Earthwork Dir. Chris Ordal

[Shadow Distribution; 2011]

Styles: drama, biopic
Others: Motherfucker: A Movie; Fitzcarraldo; The Gates

In 1994, Stan Herd traveled to New York City from his home in rural Kansas to create Countryside, an earthwork roughly an acre in size that occupied the future building site of one of Donald Trump’s many real estate ventures. Herd struggled for years in almost total obscurity, and his colossal installations (his 1981 earthwork portrait of Chief Santanta occupied 160 acres of farmland) dealing with rural themes and experience had nothing of relevance or import to say to the art-with-a-capital-a crowd on either Coast. When he got his chance to create a landscape painting large enough to be seen from a low-flying airplane in the heart of Manhattan, he jumped at it. Countryside and all of the frustration and financial loss that it entailed are the subjects of Earthwork, and if parts of it weren’t so damn sanctimonious, it could’ve been a truly excellent film.

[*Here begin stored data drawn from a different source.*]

def judge_emf(sheet: Sheet, measured: MeasuredFile) -> tuple[Comparison, Finding | None] | None:
    """Identified back-EMF against the sheet's Ke at the measurement's magnet temperature.

    .. math:: K_e(T) = K_e(T_1)\\,(1 + \\alpha\\,(T - T_1)), \\qquad E_{LL,rms} = K_e\\,\\omega

    admitted within ±``EMF_BAND`` plus the written precision (α by magnet material, magnet
    makers' notes as quoted; band: common practice)."""
    emf = measured.emf
    ke_known = sheet.get("emf.constant")
    if emf is None or ke_known is None:
        return None
    to_line_rms = BASIS_FACTOR["emf_constant"][emf.basis]
    if emf.constant is not None:
        ke_measured = emf.constant.value * to_line_rms
        precision = emf.constant.uncertainty
    else:
        assert emf.voltage is not None and emf.speed is not None
        ke_measured = emf.voltage.value * to_line_rms / emf.speed.value
        precision = emf.voltage.uncertainty + emf.speed.uncertainty
    t_low, t_high, t_note = _temperature_range(emf.magnet_temperature)
    ke_cold, ke_hot = _ke_at(sheet, t_low), _ke_at(sheet, t_high)
    if ke_cold is None or ke_hot is None:
        return None
    band = EMF_BAND + precision + ke_known.uncertainty
    low, high = min(ke_cold, ke_hot) * (1.0 - band), max(ke_cold, ke_hot) * (1.0 + band)
    miss = _miss(ke_measured, low, high)
    allowance = _allowance(low, high)
    verdict = _verdict(miss, allowance)
    # shown on the measured file's own terms: volts at its speed, or V/krpm
    if emf.constant is not None:
        per, unit, shown_value = 1000.0 * RPM / to_line_rms, "V/krpm", emf.constant.value
        what = "back-EMF constant"
        shown_value *= 1000.0 * RPM
    else:
        assert emf.speed is not None and emf.voltage is not None
        per, unit, shown_value = emf.speed.value / to_line_rms, "V", emf.voltage.value
        what = f"back-EMF at {emf.speed.value / RPM:g} r/min"
    digits = digits_for(ke_known.uncertainty)
    comparison = Comparison("emf", number_text(shown_value, digits), number_text(low * per, digits),
                            number_text(high * per, digits), unit, emf.basis, miss, allowance,
                            verdict)
    if verdict == "agrees":
        return comparison, None
    slips = [Slip(1.0 / SQRT3, "Ke per phase: the measured value agrees as a phase value, not "
                  "line-to-line", basis=True),
             Slip(SQRT3, "the sheet's emf.constant agrees if it is per phase, not "
                  "line-to-line", basis=False),
             Slip(SQRT2, "peak written as rms: the measured value agrees as a peak value",
                  basis=True),
             Slip(1.0 / SQRT2, "rms written as peak: the measured value agrees as an rms value",
                  basis=True)]
    found = _reconciling(ke_measured, low, high, slips)
    severity = _severity_with_slips(verdict, found, emf.basis_stated)
    cause: str | None = "; or ".join(s.cause for s in found) if found else None
    if found and severity == "warning" and not emf.basis_stated:
        cause = f"{cause}; the measured file does not state the basis: please state it"
    if not found and miss < 0.0:
        alpha = float(sheet.option("magnet-temperature", "alpha", None)
                      or remanence_coefficient(sheet.attr("machine.magnet")))
        t_ke = _c(ke_known.temperature if ke_known.temperature is not None
                  else ROOM_TEMPERATURE)
        hot_c = t_ke + (ke_measured / ke_known.value - 1.0) / alpha
        if _c(t_high) + HOT_MAGNET_MIN_RISE_K <= hot_c <= HOT_MAGNET_MAX_C:
            cause = (f"back-EMF measured hot: the value agrees with magnets at about "
                     f"{hot_c:.0f} °C, not {t_note}; repeat the spin test with the machine at "
                     "ambient temperature, or state the magnet temperature")
            severity = "warning"
    comparison.verdict = severity
    field_name = "identification.emf"
    message = (f"identified {what} {comparison.measured} {unit} ({emf.basis}, magnets at "
               f"{t_note}) is {miss:+.1%} outside the {comparison.expected_low}–"
               f"{comparison.expected_high} {unit} the sheet's Ke gives there (±{EMF_BAND:.0%} "
               "common practice, magnet temperature corrected)")
    return comparison, _finding(
        RULE_EMF, severity, message, (field_name, "emf.constant"),
        f"{comparison.expected_low}–{comparison.expected_high} {unit}",
        f"{comparison.measured} {unit}", miss, cause, SOURCE_EMF)


def identification(sheet: Sheet, measured: MeasuredFile | None = None,
                   winding_c: float | None = None, speed_rpm: float | None = None
                   ) -> Identification:
    """Expected identification results, and with a measured file the comparisons."""
    conditions = conditions_for(sheet, measured, winding_c, speed_rpm)
    result = Identification(conditions, expected_values(sheet, conditions))
    if measured is None:
        return result
    result.measured_path = measured.path
    judged_r = (judge_resistance(sheet, measured.resistance, measured.cable)
                if measured.resistance is not None else None)
    if judged_r is not None:
        result.comparisons.append(judged_r[0])
        if judged_r[1]:
            result.findings.append(judged_r[1])
    elif measured.resistance is not None:
        result.not_compared.append("resistance: the sheet gives no circuit.resistance (or no "
                                   "temperature constant for its conductor)")
    comparisons, findings = judge_inductances(sheet, measured.ld, measured.lq)
    result.comparisons.extend(comparisons)
    result.findings.extend(findings)
    for axis, value in (("ld", measured.ld), ("lq", measured.lq)):
        if value is not None and sheet.get(f"circuit.{axis}") is None:
            result.not_compared.append(f"{axis}: the sheet gives no circuit.{axis}")
    judged = judge_emf(sheet, measured)
    if judged is not None:
        result.comparisons.append(judged[0])
        if judged[1]:
            result.findings.append(judged[1])
    elif measured.emf is not None:
        result.not_compared.append("emf: the sheet gives no back-EMF constant, nor what "
                                   "determines one")
    return result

Herd, played admirably by John Hawkes — who has thankfully started landing the intriguing leading roles he deserves — embodies all those qualities a fair number of people in major metropolitan areas assume nice folks from the hinterlands possess. Amiable, kindhearted, quietly wise yet simultaneously just a little slow on the uptake, Herd’s early interactions with New Yorkers are milked for all of the easy social contrast they’re worth. The opening comparisons between the frenzied pace and general unease of city dwellers with the relative serenity and sense of wonder in Herd are a bit heavy-handed, and give the movie a decidedly moralistic tone. This tone is weirdly out of place when squared with the naturalistic aesthetic that director Chris Ordal and his team employed in making the film.

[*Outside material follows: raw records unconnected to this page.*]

def reachable_speed(machine: DqMachine, current: float, voltage: float, torque: float,
                    upper: float) -> float:
    """Highest speed [rad/s] up to ``upper`` at which ``torque`` is available within the
    current and voltage limits (bisection on :func:`max_torque_at_speed`)."""

    def available(speed: float) -> bool:
        return max_torque_at_speed(machine, current, voltage, speed)[0] >= torque

    if available(upper):
        return upper
    if not available(1e-6 * upper):
        return 0.0
    lo, hi = 1e-6 * upper, upper
    for _ in range(60):
        mid = 0.5 * (lo + hi)
        if available(mid):
            lo = mid
        else:
            hi = mid
    return lo


def evaluate_speed_range(sheet: Sheet, req: Requirement, site: SiteConditions,
                         machine: DqMachine | None, model_fields: list[str],
                         model_needs: list[str]) -> tuple[RequirementResult, float | None]:
    """Top of the speed range: the sheet's maximum speed, and the speed up to which the
    torque asked there is available within the converter's current and voltage."""
    assert req.speed_max is not None
    top = req.speed_max
    torque = _torque_at_top(req)
    max_speed = _value(sheet, "limits.max_speed")
    needs: list[str] = []
    if max_speed is None:
        needs.append("limits.max_speed")
    if machine is None:
        needs.extend(model_needs)
    if req.max_current is None:
        needs.append("converter.max_current (requirement)")
    if site.voltage_limit is None:
        needs.append("supply.mains_voltage")
    reach = None
    margins: list[float] = []
    parts: list[str] = []
    if max_speed is not None:
        margins.append(max_speed / top - 1.0)
        parts.append(f"maximum speed on the sheet {_rpm(max_speed)}")
    if machine is not None and req.max_current is not None and site.voltage_limit is not None:
        reach = reachable_speed(machine, req.max_current, site.voltage_limit, torque,
                                3.0 * top)
        margins.append(reach / top - 1.0)
        reach_text = "beyond 3× the top speed" if reach >= 3.0 * top else _rpm(reach)
        parts.append(f"{torque:.0f} N·m available up to {reach_text} within "
                     f"{req.max_current:.0f} A and {site.voltage_limit:.0f} V")
    fields = (["limits.max_speed"] if max_speed is not None else []) + model_fields
    if not margins or (needs and all(m >= 0.0 for m in margins)):
        return _finish(RequirementResult(
            "speed_range", UNKNOWN, f"top speed {_rpm(top)}: " + ("; ".join(parts) or
                                                                  "nothing to decide it on"),
            None, list(dict.fromkeys(needs)), fields=fields, source=DQ_SOURCE)), reach
    margin = min(margins)
    status = MET if margin >= 0.0 else NOT_MET
    return _finish(RequirementResult(
        "speed_range", status, f"top speed {_rpm(top)}: " + "; ".join(parts), margin, [],
        top * (1.0 + margin), "rad/s", top, _rpm(top * (1.0 + margin)), fields=fields,
        source=DQ_SOURCE)), reach
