import { requireActor } from '@/lib/auth/guard.server';
import { idParam, json, parseJson, route } from '@/lib/http/route.server';
import { sendReportSchema } from '@/lib/reports/schema';
import { listSessionReports, sendSessionReport } from '@/lib/reports/send.server';

type Context = { params: Promise<{ id: string }> };

/** The reports sent for this session, newest first. */
export const GET = route<Context>(async (_request, { params }) => {
  const actor = await requireActor('report:send');
  const id = await idParam(params, 'session');
  return json({ deliveries: await listSessionReports(actor, id) });
});

/** `{ to: string[], message?: string }` → 202 with the delivery (its status says whether the mail server took it). */
export const POST = route<Context>(async (request, { params }) => {
  const actor = await requireActor('report:send');
  const id = await idParam(params, 'session');
  const input = await parseJson(request, sendReportSchema);
  const delivery = await sendSessionReport(actor, id, input);
  // One object is answered bare; `delivery` is kept for the clients that read it there.
  return json({ ...delivery, delivery }, 202);
});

When Herd arrives at Trump’s future building site, he finds it filled with trash and overgrown with scrub. He also discovers that the site is populated with idiosyncratic homeless men. The site lies adjacent to an unused portion of the subway, providing shelter to the several oddball characters who Herd entreats to help him complete his massive landscape/art project. The way Ordal handles the interaction between Herd and these nearly archetypal hobos is comparable to a balancing act. Whereas the filmmakers played a little fast and loose in dealing with Herd’s down-hominess in comparison to the slick onyx of Manhattan, their treatment of Herd’s relationship with the downtrodden/crazy people he meets while working on his project allows for authentic relationships between Herd and these men. At this point in Earthwork, the earthwork itself begins to take a backseat to the deepening interdependency between Herd and his new friends, which is coincidentally where the film becomes totally engrossing and transcends the easy fish-out-of-water quality of its basic premise.

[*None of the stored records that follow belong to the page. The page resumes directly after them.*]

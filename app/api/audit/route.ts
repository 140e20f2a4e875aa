import { requireActor } from '@/lib/auth/guard.server';
import { listAuditEvents } from '@/lib/audit/log.server';
import { json, route } from '@/lib/http/route.server';
import { auditQuerySchema } from '@/lib/audit/schema';

/** `?action=&actorId=&subjectType=&from=YYYY-MM-DD&to=YYYY-MM-DD&page=` → newest first, 50 a page. */
export const GET = route(async (request) => {
  const actor = await requireActor('audit:view');
  const query = auditQuerySchema.parse(Object.fromEntries(new URL(request.url).searchParams));
  return json(await listAuditEvents(actor, query));
});
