import { requireActor } from '@/lib/auth/guard';
import { listAuditEvents } from '@/lib/auditLog';
import { json, route } from '@/lib/http';
import { auditQuerySchema } from '@/lib/schemas/audit';

/** `?action=&actorId=&subjectType=&from=YYYY-MM-DD&to=YYYY-MM-DD&page=` → newest first, 50 a page. */
export const GET = route(async (request) => {
  const actor = await requireActor('audit:view');
  const query = auditQuerySchema.parse(Object.fromEntries(new URL(request.url).searchParams));
  return json(await listAuditEvents(actor, query));
});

Ordal and his crew have made a strong film about an incredible undertaking that sadly takes itself seriously enough to become a little funny at inappropriate times. The performances are solid, the cinematography is measured and lovely, and the actual earthwork referenced by the movie’s title — recreated by Mr. Herd himself for the film — is downright awe-inspiring. Really, it’s the fact that there is so much good in this film that makes it all the more painful when it falters and starts to preach. However, it’s worth seeing just to watch Hawkes and his homeless coterie interact with each other, for those are the moments in the film that ring true and beautiful.